M. REYES
La Audiencia de Las Palmas ha ordenado repetir el juicio que se celebró el 26 de febrero pasado contra Soledad Perera, la madre preadoptiva de Piedad -nombre ficticio por el que se conoce a una niña grancanaria de ocho años que ha pasado la mayor parte de su vida en centros de acogida-. Perera fue condenada a nueve meses de cárcel por desobediencia grave a la autoridad, según la sentencia de instancia, porque se negó de manera reiterada a devolver a la menor tras acogerla varios años en su casa de La Orotava, en Tenerife.

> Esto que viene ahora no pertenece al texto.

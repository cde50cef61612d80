"""What all drawings share: the policy they live under, words for those who cannot see them, speed, paper."""

from __future__ import annotations

import json
import re
from collections.abc import Callable
from typing import Any

import pytest
from hypothesis import given
from hypothesis import strategies as st

from server.sheets import diagram_svg, flow_svg, joint_svg, loads_svg, section_svg
from server.sheets.drafting import place_text, size_text
from server.sheets.svg import escape, shorten, spread, text_width
from tests.sheets import drawing_fixtures as fixtures
from tests.sheets.drawing_reading import root

DRAW: dict[str, Callable[..., str]] = {
    "section": section_svg,
    "loads": loads_svg,
    "shear": lambda result, **more: diagram_svg(result, "shear", **more),
    "moment": lambda result, **more: diagram_svg(result, "moment", **more),
    "deflection": lambda result, **more: diagram_svg(result, "deflection", **more),
    "flow": flow_svg,
    "joint": lambda result, **more: joint_svg(result, result["joints"][0]["id"], **more),
}


@pytest.fixture(params=[(name, demo) for demo in fixtures.DEMOS for name in DRAW], ids="-".join)
def svg(request: pytest.FixtureRequest) -> str:
    name, demo = request.param
    result = fixtures.DEMOS[demo]()
    return DRAW[name](result, display=result["display"])


ALLOWED = {"svg", "title", "desc", "defs", "pattern", "clipPath", "g", "path", "circle", "text"}


def test_only_plain_drawing_elements_and_presentation_attributes(svg: str) -> None:
    for element in root(svg).iter():
        assert element.tag.split("}")[1] in ALLOWED
        for name in element.attrib:
            assert name != "style"
            assert not name.startswith("on")
            assert "href" not in name


def test_every_drawing_has_a_text_alternative(svg: str) -> None:
    drawing = root(svg)
    assert drawing.get("role") == "img"
    assert len(str(drawing.get("aria-label"))) > 40
    assert drawing[0].tag.endswith("title")
    assert drawing[0].text


def test_no_number_is_lost_on_the_way(svg: str) -> None:
    assert not re.search(r"\b(nan|inf|None)\b", svg)


def test_the_summary_names_the_extremes() -> None:
    label = str(root(diagram_svg(fixtures.box_beam(), "shear")).get("aria-label"))
    assert "greatest 14.6 kN at 0, all together" in label
    assert "least −13.6 kN at 6 m" in label
    section = root(section_svg(fixtures.box_beam()))
    assert "115 mm wide, 400 mm deep; neutral axis 200 mm above the lowest edge" in str(section.get("aria-label"))
    assert "1 = top flange/web L, glued" in str(section[1].text)


@given(st.lists(st.tuples(st.floats(-200, 200), st.floats(1, 40)), min_size=1, max_size=20), st.floats(0, 5))
def test_labels_are_spread_in_order_and_never_overlap(items: list[tuple[float, float]], gap: float) -> None:
    wanted, sizes = sorted(w for w, _ in items), [s for _, s in items]
    placed = spread(wanted, sizes, -300, 300, gap)
    for i in range(1, len(placed)):
        assert placed[i] - placed[i - 1] >= (sizes[i] + sizes[i - 1]) / 2 + gap - 1e-9
    if sum(sizes) + gap * len(sizes) < 600:
        assert placed[0] - sizes[0] / 2 >= -300 - 1e-9
        assert placed[-1] + sizes[-1] / 2 <= 300 + 1e-9


def test_labels_with_room_stay_where_they_are_wanted() -> None:
    assert spread([10, 50, 90], [20, 20, 20], 0, 100, 2) == pytest.approx([10, 50, 90])
    assert spread([50, 50], [20, 20], 0, 100, 2) == pytest.approx([39, 61])


@given(st.text())
def test_any_text_survives_the_way_through_xml(text: str) -> None:
    read = root(f'<svg xmlns="x" a="{escape(text)}">{escape(text)}</svg>')
    kept = "".join(
        c if c not in "\t\n\r" else " " for c in text if c in "\t\n\r" or (c >= " " and c not in "\ufffe\uffff")
    )
    assert (read.text or "") == kept
    assert read.get("a") == kept


def test_long_names_are_cut_to_their_room() -> None:
    assert shorten("flange", 100) == "flange"
    cut = shorten("a name that is far too long to be lettered here", 100)
    assert cut.endswith("…")
    assert text_width(cut) <= 100


@pytest.mark.parametrize(
    ("mm", "display", "text"),
    [
        (12.5, "SI", "12.5"), (400, "SI", "400"), (0.3, "SI", "0.3"), (88.9, "US", "3-1/2"), (19.05, "US", "3/4"),
        (17.8562, "US", "0.703"), (25.4, "US", "1"), (3.175, "US", "1/8"), (0.762, "US", "0.03"),
    ],
)  # fmt: skip
def test_sizes_are_lettered_as_on_a_drawing(mm: float, display: str, text: str) -> None:
    assert size_text(mm, display) == text


@pytest.mark.parametrize(
    ("mm", "display", "text"),
    [
        (2760, "SI", "2.76 m"), (250, "SI", "250 mm"), (0, "SI", "0"), (2438.4, "US", "8 ft"),
        (4203.7, "US", "13 ft 9-1/2 in"), (152.4, "US", "6 in"), (1000, "US", "3.281 ft"),
    ],
)  # fmt: skip
def test_places_are_lettered_as_on_a_tape(mm: float, display: str, text: str) -> None:
    assert place_text(mm, display) == text


def test_the_pdf_draws_every_kind_of_drawing_without_a_warning() -> None:
    typst = pytest.importorskip("typst")
    drawings = [draw(fixtures.deck(), display="US") for draw in DRAW.values()]
    drawings += [section_svg(make()) for make in fixtures.SECTIONS.values()]
    source = b'#for s in json(bytes(sys.inputs.drawings)) { image(bytes(s), format: "svg", width: 100%) }'
    pdf, warnings = typst.compile_with_warnings(
        source, sys_inputs={"drawings": json.dumps(drawings)}, ignore_system_fonts=True
    )
    assert pdf.startswith(b"%PDF")
    assert warnings == []


def test_everything_a_preview_draws(benchmark: Any) -> None:
    """Section, loads, three diagrams and the joints' flow: the drawing part of the live preview."""
    result = fixtures.box_beam()
    names = [name for name in DRAW if name != "joint"]
    drawn = benchmark(lambda: [DRAW[name](result, display="SI") for name in names])
    assert sum(len(svg) for svg in drawn) < 30_000


def test_a_browser_draws_them_under_the_strict_policy_with_no_lettering_on_lettering(browser: Any) -> None:
    """Measured by the browser's own text boxes, in whatever face it has."""
    sheets: list[str] = []
    for make in fixtures.SECTIONS.values():
        result: dict[str, Any] = make()
        sheets.append(section_svg(result, display=result["display"]))
    for make in fixtures.DEMOS.values():
        result = make()
        sheets += [draw(result, display=result["display"]) for name, draw in DRAW.items() if name != "section"]
    policy = "default-src 'none'; style-src 'self'; script-src 'none'"
    page_text = f'<meta http-equiv="Content-Security-Policy" content="{policy}">' + "".join(sheets)
    measure = """svgs => svgs.map(svg => {
        const frame = svg.getBoundingClientRect()
        const boxes = [...svg.querySelectorAll('text')].map(t => [t.textContent, t.getBoundingClientRect()])
        const bad = []
        boxes.forEach(([text, a], i) => {
            if (a.left < frame.left - 1 || a.right > frame.right + 1) bad.push(text + ' leaves the sheet')
            boxes.slice(0, i).forEach(([other, b]) => {
                const x = Math.min(a.right, b.right) - Math.max(a.left, b.left)
                const y = Math.min(a.bottom, b.bottom) - Math.max(a.top, b.top)
                if (x > 1 && y > 4.5) bad.push(text + ' on ' + other)
            })
        })
        return bad
    })"""
    page = browser.new_page()
    said: list[str] = []
    page.on("console", lambda message: said.append(message.text))
    page.set_content(page_text)
    found = page.eval_on_selector_all("svg", measure)
    page.close()
    assert said == []
    assert [bad for bad in found if bad] == []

La resolución de la Audiencia Provincial no entra en el fondo del asunto, sólo anula la vista oral porque se celebró "a puerta cerrada", concretamente en el Juzgado de lo Penal número 1 de la capital grancanaria y sin que la jueza titular, María Gabriela Ramos, motivara tal decisión ni existieran "razones de orden público" para acordar esa medida excepcional.
"El justiciable tiene derecho a un juicio público y entendemos que ese derecho se ha vulnerado", razona el ponente de la sentencia, Salvador Alba, que expresa el parecer del resto de la Sección Sexta. La Sala concluye que se ha creado "indefensión" a la acusada, tal como alegaba el abogado defensor, Eligio Hernández, cuyo recurso de apelación ha sido aceptado. "La regla general es la publicidad de los debates del juicio oral, siendo la excepción la posibilidad de acordar la puerta cerrada", añaden los magistrados. Para ellos es "evidente" que se han "quebrantado las garantías legales y constitucionales" a un "proceso público y transparente".
Y es que para la Sala "es un hecho notorio que no se permitió el acceso de los medios de comunicación". Lo demuestran los "numerosos artículos periodísticos" publicados con posterioridad, en los cuales se "criticaba la actitud" de la jueza por impedir la entrada al juicio sin "una decisión razonada o motivada". Ese día se quedaron sin informar en primera persona unos 30 periodistas. El acta del juicio no recoge ese incidente, lo que ha causado en la Sala "tremenda extrañeza".
Se trata de la primera vez en Canarias que se anula una vista por estos motivos. Perera deberá ser enjuiciada ahora por un juez distinto.